#### What is being asked
Repeat the full listing exactly.

....................

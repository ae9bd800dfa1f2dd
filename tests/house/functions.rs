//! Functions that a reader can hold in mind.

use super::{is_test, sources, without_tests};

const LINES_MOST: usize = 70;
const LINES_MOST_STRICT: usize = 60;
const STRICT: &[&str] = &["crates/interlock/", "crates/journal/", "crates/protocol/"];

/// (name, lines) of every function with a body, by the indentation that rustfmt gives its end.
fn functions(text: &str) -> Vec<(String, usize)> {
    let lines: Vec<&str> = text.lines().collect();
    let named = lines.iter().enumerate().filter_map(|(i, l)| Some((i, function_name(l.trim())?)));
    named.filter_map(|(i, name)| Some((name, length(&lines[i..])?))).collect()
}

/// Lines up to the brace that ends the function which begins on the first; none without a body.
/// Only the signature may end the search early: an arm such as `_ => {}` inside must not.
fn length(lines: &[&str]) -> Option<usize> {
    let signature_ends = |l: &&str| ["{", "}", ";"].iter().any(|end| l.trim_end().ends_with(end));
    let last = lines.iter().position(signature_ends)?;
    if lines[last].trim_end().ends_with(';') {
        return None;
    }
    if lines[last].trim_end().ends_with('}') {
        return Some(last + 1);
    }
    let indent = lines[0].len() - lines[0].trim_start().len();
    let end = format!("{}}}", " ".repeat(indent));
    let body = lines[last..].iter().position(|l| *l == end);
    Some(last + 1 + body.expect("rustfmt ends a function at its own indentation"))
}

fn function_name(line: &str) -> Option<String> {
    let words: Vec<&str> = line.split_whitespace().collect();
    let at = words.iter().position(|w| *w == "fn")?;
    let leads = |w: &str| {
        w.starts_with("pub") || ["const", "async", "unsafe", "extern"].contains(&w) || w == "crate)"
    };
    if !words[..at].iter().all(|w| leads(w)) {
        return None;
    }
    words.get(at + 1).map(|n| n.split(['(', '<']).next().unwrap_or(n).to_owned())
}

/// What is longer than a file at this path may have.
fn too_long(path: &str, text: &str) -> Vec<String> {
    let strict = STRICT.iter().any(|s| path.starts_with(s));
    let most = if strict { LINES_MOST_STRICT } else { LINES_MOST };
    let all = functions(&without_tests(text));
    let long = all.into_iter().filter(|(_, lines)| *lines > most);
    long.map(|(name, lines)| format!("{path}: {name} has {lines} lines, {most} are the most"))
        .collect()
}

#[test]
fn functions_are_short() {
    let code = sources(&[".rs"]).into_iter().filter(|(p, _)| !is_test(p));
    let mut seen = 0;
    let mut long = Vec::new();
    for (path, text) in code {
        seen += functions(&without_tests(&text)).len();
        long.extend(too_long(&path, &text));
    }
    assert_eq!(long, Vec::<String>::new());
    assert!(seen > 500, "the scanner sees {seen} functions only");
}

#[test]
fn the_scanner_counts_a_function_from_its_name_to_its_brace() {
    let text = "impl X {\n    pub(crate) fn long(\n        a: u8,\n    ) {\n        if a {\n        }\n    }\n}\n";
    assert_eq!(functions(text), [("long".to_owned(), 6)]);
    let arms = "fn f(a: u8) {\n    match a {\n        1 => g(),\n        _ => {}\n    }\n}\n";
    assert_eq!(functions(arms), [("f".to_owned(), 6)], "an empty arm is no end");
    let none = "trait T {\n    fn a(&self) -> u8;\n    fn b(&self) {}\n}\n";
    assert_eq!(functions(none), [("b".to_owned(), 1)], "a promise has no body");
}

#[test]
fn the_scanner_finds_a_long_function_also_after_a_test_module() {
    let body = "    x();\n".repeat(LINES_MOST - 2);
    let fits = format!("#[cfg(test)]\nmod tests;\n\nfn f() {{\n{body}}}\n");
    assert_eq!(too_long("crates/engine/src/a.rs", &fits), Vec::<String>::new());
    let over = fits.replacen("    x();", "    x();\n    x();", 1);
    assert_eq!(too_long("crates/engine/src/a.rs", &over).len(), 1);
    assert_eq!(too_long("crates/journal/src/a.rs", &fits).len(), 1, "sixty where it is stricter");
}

....................

#### Your response
repository ae9bd800dfa1f2dd
filename tests/house/functions.rs
//! Functions that a reader can hold in mind.

use super::{is_test, sources, without_tests};

const LINES_MOST: usize = 70;
const LINES_MOST_STRICT: usize = 60;
const STRICT: &[&str] = &["crates/interlock/", "crates/journal/", "crates/protocol/"];

/// (name, lines) of every function with a body, by the indentation that rustfmt gives its end.
fn functions(text: &str) -> Vec<(String, usize)> {
    let lines: Vec<&str> = text.lines().collect();
    let named = lines.iter().enumerate().filter_map(|(i, l)| Some((i, function_name(l.trim())?)));
    named.filter_map(|(i, name)| Some((name, length(&lines[i..])?))).collect()
}

/// Lines up to the brace that ends the function which begins on the first; none without a body.
/// Only the signature may end the search early: an arm such as `_ => {}` inside must not.
fn length(lines: &[&str]) -> Option<usize> {
    let signature_ends = |l: &&str| ["{", "}", ";"].iter().any(|end| l.trim_end().ends_with(end));
    let last = lines.iter().position(signature_ends)?;
    if lines[last].trim_end().ends_with(';') {
        return None;
    }
    if lines[last].trim_end().ends_with('}') {
        return Some(last + 1);
    }
    let indent = lines[0].len() - lines[0].trim_start().len();
    let end = format!("{}}}", " ".repeat(indent));
    let body = lines[last..].iter().position(|l| *l == end);
    Some(last + 1 + body.expect("rustfmt ends a function at its own indentation"))
}

fn function_name(line: &str) -> Option<String> {
    let words: Vec<&str> = line.split_whitespace().collect();
    let at = words.iter().position(|w| *w == "fn")?;
    let leads = |w: &str| {
        w.starts_with("pub") || ["const", "async", "unsafe", "extern"].contains(&w) || w == "crate)"
    };
    if !words[..at].iter().all(|w| leads(w)) {
        return None;
    }
    words.get(at + 1).map(|n| n.split(['(', '<']).next().unwrap_or(n).to_owned())
}

/// What is longer than a file at this path may have.
fn too_long(path: &str, text: &str) -> Vec<String> {
    let strict = STRICT.iter().any(|s| path.starts_with(s));
    let most = if strict { LINES_MOST_STRICT } else { LINES_MOST };
    let all = functions(&without_tests(text));
    let long = all.into_iter().filter(|(_, lines)| *lines > most);
    long.map(|(name, lines)| format!("{path}: {name} has {lines} lines, {most} are the most"))
        .collect()
}

#[test]
fn functions_are_short() {
    let code = sources(&[".rs"]).into_iter().filter(|(p, _)| !is_test(p));
    let mut seen = 0;
    let mut long = Vec::new();
    for (path, text) in code {
        seen += functions(&without_tests(&text)).len();
        long.extend(too_long(&path, &text));
    }
    assert_eq!(long, Vec::<String>::new());
    assert!(seen > 500, "the scanner sees {seen} functions only");
}

#[test]
fn the_scanner_counts_a_function_from_its_name_to_its_brace() {
    let text = "impl X {\n    pub(crate) fn long(\n        a: u8,\n    ) {\n        if a {\n        }\n    }\n}\n";
    assert_eq!(functions(text), [("long".to_owned(), 6)]);
    let arms = "fn f(a: u8) {\n    match a {\n        1 => g(),\n        _ => {}\n    }\n}\n";
    assert_eq!(functions(arms), [("f".to_owned(), 6)], "an empty arm is no end");
    let none = "trait T {\n    fn a(&self) -> u8;\n    fn b(&self) {}\n}\n";
    assert_eq!(functions(none), [("b".to_owned(), 1)], "a promise has no body");
}

#[test]
fn the_scanner_finds_a_long_function_also_after_a_test_module() {
    let body = "    x();\n".repeat(LINES_MOST - 2);
    let fits = format!("#[cfg(test)]\nmod tests;\n\nfn f() {{\n{body}}}\n");
    assert_eq!(too_long("crates/engine/src/a.rs", &fits), Vec::<String>::new());
    let over = fits.replacen("    x();", "    x();\n    x();", 1);
    assert_eq!(too_long("crates/engine/src/a.rs", &over).len(), 1);
    assert_eq!(too_long("crates/journal/src/a.rs", &fits).len(), 1, "sixty where it is stricter");
}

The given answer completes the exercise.